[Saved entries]
◇ ◇ ◇ ◇ ◇ ◇ ◇
// An equal-area page keeps density: two regions of equal population
// density on the ground, at 30°N and 60°N, show the same number of dots
// per km² of ground, measured as dots per square millimetre of paper in
// equal windows (for an equal-area projection a projected m² is a ground
// m², so paper mm² / Scale² is ground m²). The counts in a window are
// binomial, close to Poisson: the two must agree within 3σ,
// |n1 − n2| ≤ 3√(n1 + n2), and each must be within 3σ + 1% of the
// expected count (the 1% covers the sampler drawing uniformly on the
// sphere while the page is equal-area on the WGS 84 ellipsoid: the two
// area measures differ by (1 − e²)/(1 − e² sin²φ)², computed: 0.9966 at
// 30°, 1.0034 at 60°). The same check fails on a Web Mercator page,
// whose area scale grows as sec²φ: the northern window then holds a
// third of the southern one's dots (cos²60° / cos²30°).
func TestPrintEqualArea(t *testing.T) {
	const people = 200000
	input, wB := regionGeoJSON(t, people)
	for _, c := range []struct {
		projection string
		equalArea  bool
	}{{"auto", true}, {"albers", true}, {"laea", true}, {"mercator", false}} {
		m := regionMap(t, input)
		o := defaultPrintOptions()
		o.dpi, o.projection = 100, c.projection
		job, err := preparePrint(context.Background(), m, o)
		if err != nil {
			t.Fatal(err)
		}
		p := job.Page
		if c.projection == "auto" && !strings.HasPrefix(page.Describe(p.Spec().Projection), "Albers") {
			t.Errorf("auto chose %s for 29–61°N", page.Describe(p.Spec().Projection))
		}
		// A square window, the same size on paper for both regions, at
		// 40% of the smaller region's smaller side on the page.
		type region struct{ w, s, e, n float64 }
		regions := []region{{0, 29, 2, 31}, {0, 59, wB, 61}}
		side := math.Inf(1)
		for _, r := range regions {
			x0, y0 := p.Project(r.w, (r.s+r.n)/2)
			x1, y1 := p.Project(r.e, (r.s+r.n)/2)
			xs, ys := p.Project((r.w+r.e)/2, r.s)
			xn, yn := p.Project((r.w+r.e)/2, r.n)
			side = math.Min(side, 0.4*math.Min(math.Hypot(x1-x0, y1-y0), math.Hypot(xn-xs, yn-ys)))
		}
		var n [2]float64
		for i := 0; i < p.Len(); i++ {
			x, y, _ := p.Dot(i)
			for k, r := range regions {
				cx, cy := p.Project((r.w+r.e)/2, (r.s+r.n)/2)
				if math.Abs(x-cx) < side/2 && math.Abs(y-cy) < side/2 {
					n[k]++
				}
			}
		}
		// Ground area of the window, km², if the projection is equal-area.
		groundKM2 := side * side / (p.Scale() * p.Scale()) / 1e6
		// Expected: people / region area on the sphere of the sampler
		// (radius a: the ratio matters, not the radius).
		const R = 6378.137 // km
		regionKM2 := R * R * (2 * math.Pi / 180) * (math.Sin(31*math.Pi/180) - math.Sin(29*math.Pi/180))
		expect := people / regionKM2 * groundKM2
		sigma := math.Sqrt(n[0] + n[1])
		ok := math.Abs(n[0]-n[1]) <= 3*sigma
		t.Logf("%s: window %.2f mm = %.0f km² of ground; dots %v and %v per window (%.1f and %.1f per km²; expected %.0f = %.1f per km²); |Δ| = %.0f, 3σ = %.0f",
			page.Describe(p.Spec().Projection), side, groundKM2, n[0], n[1], n[0]/groundKM2, n[1]/groundKM2, expect, expect/groundKM2, math.Abs(n[0]-n[1]), 3*sigma)
		if ok != c.equalArea {
			t.Errorf("%s: the density check gives %v, want %v", c.projection, ok, c.equalArea)
		}
		if c.equalArea {
			for k := range n {
				if math.Abs(n[k]-expect) > 3*math.Sqrt(expect)+0.01*expect {
					t.Errorf("%s: window %d holds %v dots, expected %.0f", c.projection, k, n[k], expect)
				}
			}
			if n[0] < 1000 {
				t.Errorf("only %v dots in the window: too few for the bound to mean much", n[0])
			}
		} else if r := n[1] / n[0]; math.Abs(r-1.0/3) > 0.05 {
			t.Errorf("mercator: north/south dots %.3f, want about 1/3", r)
		}
	}
}
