// countBranch counts a branch placed under the node of frame parent (at
// at, width wide) and stops reading once the main tree as written is past
// the node limit: a file of millions of plain lines is refused as it is
// read, before it is all built.
func (b *builder) countBranch(parent *frame, at tree.Pos, width int) {
	if parent.owner != nil || parent.detached || b.stopped {
		return // in a subtree's definition (weighed at its uses), or not placed
	}
	if b.written == 0 {
		b.written = 1 // the root
	}
	b.written++
	if b.written > b.limit {
		b.errAt(at, width, "if the model really is this big, raise the node limit (--max-nodes on the command line; Options.NodeLimit in Go)",
			"the tree has more than %s nodes; reading stopped here", grouped(b.limit))
		b.stopped = true
	}
}
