func (c *Model) input(slot int) Input {
	p := c.sh.params[slot]
	in := Input{Name: p.Name, Param: p, Value: c.pool.Dec(c.in[slot]), Exact: c.inInexact == nil || !c.inInexact[slot],
		Fixed: c.fixed != nil && c.fixed[slot]}
	for _, src := range c.sh.sources {
		if src.let == int32(slot) && src.out != nil {
			in.Dist, _, _ = src.out.dist(c.pool, c.in, c.inInexact, nil)
		} else if src.let == int32(slot) {
			args := src.prog.args(c.pool, c.in)
			in.Dist, _, _, _ = meanOf(functions[src.call.Func], args)
			if in.Dist != nil && c.sh.ranges[slot].low == nil {
				in.Low, in.High = spreadOf(src.call.Func, args, in.Dist)
				in.HasRange, in.RangeOfDist = true, true
			}
		}
	}
	if r := c.sh.ranges[slot]; r.low != nil {
		lo, _, err1 := r.low.eval(c.pool, c.in, nil)
		hi, _, err2 := r.high.eval(c.pool, c.in, nil)
		if err1 == nil && err2 == nil {
			in.Low, in.High, in.HasRange = c.pool.Dec(lo), c.pool.Dec(hi), true
		}
	}
	return in
}

// Prob is the probability of the branch into node k: its own figure under a
// plain chance node; under a chance node on an uncertainty or a test, the
// probability the declarations give there by Bayes' rule (rounded at
// DivisionScale places when that is no finite decimal); 0 under a decision
// and 1 at the root.
func (c *Model) Prob(k int) decimal.Decimal { return c.pool.Dec(c.probOf(c.d, k)) }

// Pinned reports whether With gave the probability of the branch into
// node k a value of its own (BranchTarget): it no longer follows its
// expression, nor takes the rest.
func (c *Model) Pinned(k int) bool { return c.pinned[[2]int32{-1, int32(k)}] }

// PriorPinned reports whether With gave the prior of state s of
// uncertainty u a value of its own (StateTarget).
func (c *Model) PriorPinned(u, s int) bool { return c.pinned[[2]int32{int32(u), int32(s)}] }

// Mass is the probability of reaching node k from the root, counting chance
// outcomes only (decisions are taken as the path takes them). For a node
// that can never be reached (below a branch of probability 0) it is the
// probability of reaching it from the first such branch above it, and
// Unreachable reports true.
func (c *Model) Mass(k int) decimal.Decimal { return c.pool.Dec(c.d.mass[k]) }

// FrameStart reports whether node k's subtree is rolled back in a frame of
// its own: below a branch of probability 0, or where masses would grow too
// long (see FrameWeight). Its masses start again there.
func (c *Model) FrameStart(k int) bool { return c.d.restart != nil && c.d.restart[k] }

// FrameWeight is, for a frame start k, what a mass in its frame is worth in
// the frame above: 0 below a branch of probability 0 (Unreachable), else
// the mass k would have had there (rounded; the model is then not exact).
// It is 1 for any other node.
func (c *Model) FrameWeight(k int) decimal.Decimal {
	if !c.FrameStart(k) {
		return decimal.NewFromInt(1)
	}
	if c.d.rho == nil {
		return decimal.Zero
	}
	return c.pool.Dec(c.d.rho[k])
}
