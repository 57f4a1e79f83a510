/** Small readers for the app's pages in browser tests: demo users, facts, panels and signature lines. */
import type { Locator, Page } from "playwright-core";
import type { Role } from "@/lib/auth/roles";
import { demoUsers } from "@/lib/db/seed-users";

export function demoUser(role: Role): (typeof demoUsers)[number] {
  const user = demoUsers.find((u) => u.role === role);
  if (!user) throw new Error(`no demo ${role}`);
  return user;
}

/** The value beside a label in a record's facts (a `<dt>`/`<dd>` pair). */
export async function factValue(scope: Page | Locator, label: string): Promise<string> {
  return scope.locator("dt", { hasText: label }).first().locator("xpath=following-sibling::dd[1]").innerText();
}

/** What stands right of the page title: state and decision badges, page actions. */
export function titleActions(page: Page): Locator {
  return page.locator("main h1").first().locator("xpath=../following-sibling::div[1]");
}

/** A panel of the page by its heading. */
export function panel(page: Page, title: string): Locator {
  return page.locator("section", { has: page.getByRole("heading", { name: title, exact: true }) }).last();
}

/** The number in a text such as "1085.2 mAh" or "1.21"; NaN when there is none. */
export function numberIn(text: string): number {
  const match = /[-−]?\d+(?:\.\d+)?/.exec(text.replace(/\u00a0/g, " "));
  return match ? Number(match[0].replace("−", "-")) : Number.NaN;
}

export interface ShownSignature {
  signerName: string;
  signedAt: Date;
  meaning: string;
}

/**
 * The signature a page shows, read from its own words ("Signed by NAME, ISO time, meaning: M"), or
 * null when the text holds none. Parsed here, not with the app's formatter, so a changed format fails.
 */
export function signatureIn(text: string): ShownSignature | null {
  const match = /Signed by (.+?), (\d{4}-\d{2}-\d{2}T\d{2}:\d{2}:\d{2}Z), meaning: (\w+)/.exec(text);
  if (!match) return null;
  return { signerName: match[1] ?? "", signedAt: new Date(match[2] ?? ""), meaning: match[3] ?? "" };
}

/** Whether `at`, shown to the second, falls between two instants taken around the signing. */
export function shownWithin(at: Date, before: number, after: number): boolean {
  return at.getTime() >= Math.floor(before / 1000) * 1000 && at.getTime() <= after;
}
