import type { ReactNode } from "react";

export type BadgeTone = "neutral" | "good" | "warn" | "bad" | "accent";

const tones: Record<BadgeTone, string> = {
  neutral: "bg-paper text-ink-soft ring-rule-strong",
  good: "bg-ok-wash text-ok ring-ok/40",
  warn: "bg-warn-wash text-warn ring-warn/40",
  bad: "bg-danger-wash text-danger ring-danger/40",
  accent: "bg-copper-wash text-copper-dark ring-copper/40",
};

export function Badge({ tone = "neutral", children }: { tone?: BadgeTone; children: ReactNode }) {
  return <span className={`inline-flex items-center rounded px-2 py-0.5 text-xs font-medium ring-1 ring-inset ${tones[tone]}`}>{children}</span>;
}

export const dispositionTone: Record<string, BadgeTone> = { pending: "neutral", accepted: "good", rejected: "bad", "on hold": "warn" };
export const cellStatusTone: Record<string, BadgeTone> = { active: "good", flagged: "warn", retired: "neutral" };
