import type { ReactNode } from "react";
import type { ActionResult } from "@/lib/auth/action-result";

/** The outcome line under a form: the server's error as an alert, or what was saved as a status. */
export function FormMessage<T>({ state, success }: { state: ActionResult<T> | null; success: (data: T) => ReactNode }) {
  if (!state) return null;
  return state.ok ? (
    <p role="status" className="text-sm text-ok">
      {success(state.data)}
    </p>
  ) : (
    <p role="alert" className="text-sm text-danger">
      {state.error}
    </p>
  );
}
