/**
 * Prepares a data directory before the app starts on it: migrations, the demo's users and cells
 * (without its runs), and a personal API token for the demo technician, printed with a few cell
 * serials as JSON on the last line. It runs before the server because a PGlite directory has one process at a time.
 * Usage: KNEEPOINT_DATA_DIR=<dir> tsx --conditions=react-server tests/e2e/support/prepare-data-root.ts
 */
import { asc, eq } from "drizzle-orm";
import { newApiToken } from "@/lib/auth/api-token";
import { runMain, withDatabase } from "@/lib/cli/with-database";
import { insertApiToken } from "@/lib/db/queries/api-tokens";
import { cell, user } from "@/lib/db/schema";
import { seedDemo } from "@/lib/db/seed";
import { demoUsers } from "@/lib/db/seed-users";

runMain(async () => {
  const prepared = await withDatabase(async (db) => {
    await seedDemo(db);
    const technician = demoUsers.find((u) => u.role === "technician");
    if (!technician) throw new Error("no demo technician");
    const [owner] = await db.select({ id: user.id, name: user.name }).from(user).where(eq(user.email, technician.email));
    if (!owner) throw new Error("the demo technician was not seeded");
    const created = newApiToken();
    await insertApiToken({ name: "robustness tests", tokenHash: created.tokenHash, prefix: created.prefix }, owner);
    const serials = (await db.select({ serial: cell.serial }).from(cell).orderBy(asc(cell.serial)).limit(8)).map((c) => c.serial);
    return { token: created.token, serials };
  });
  process.stdout.write(`${JSON.stringify(prepared)}\n`);
});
◇ ◇ ◇ ◇ ◇ ◇ ◇
**WORK REQUIRED:** Your response should be made up of the lines in the data that contain the word "async".

**ANSWER SPACE:**
export async function factValue(scope: Page | Locator, label: string): Promise<string> {
runMain(async () => {
  const prepared = await withDatabase(async (db) => {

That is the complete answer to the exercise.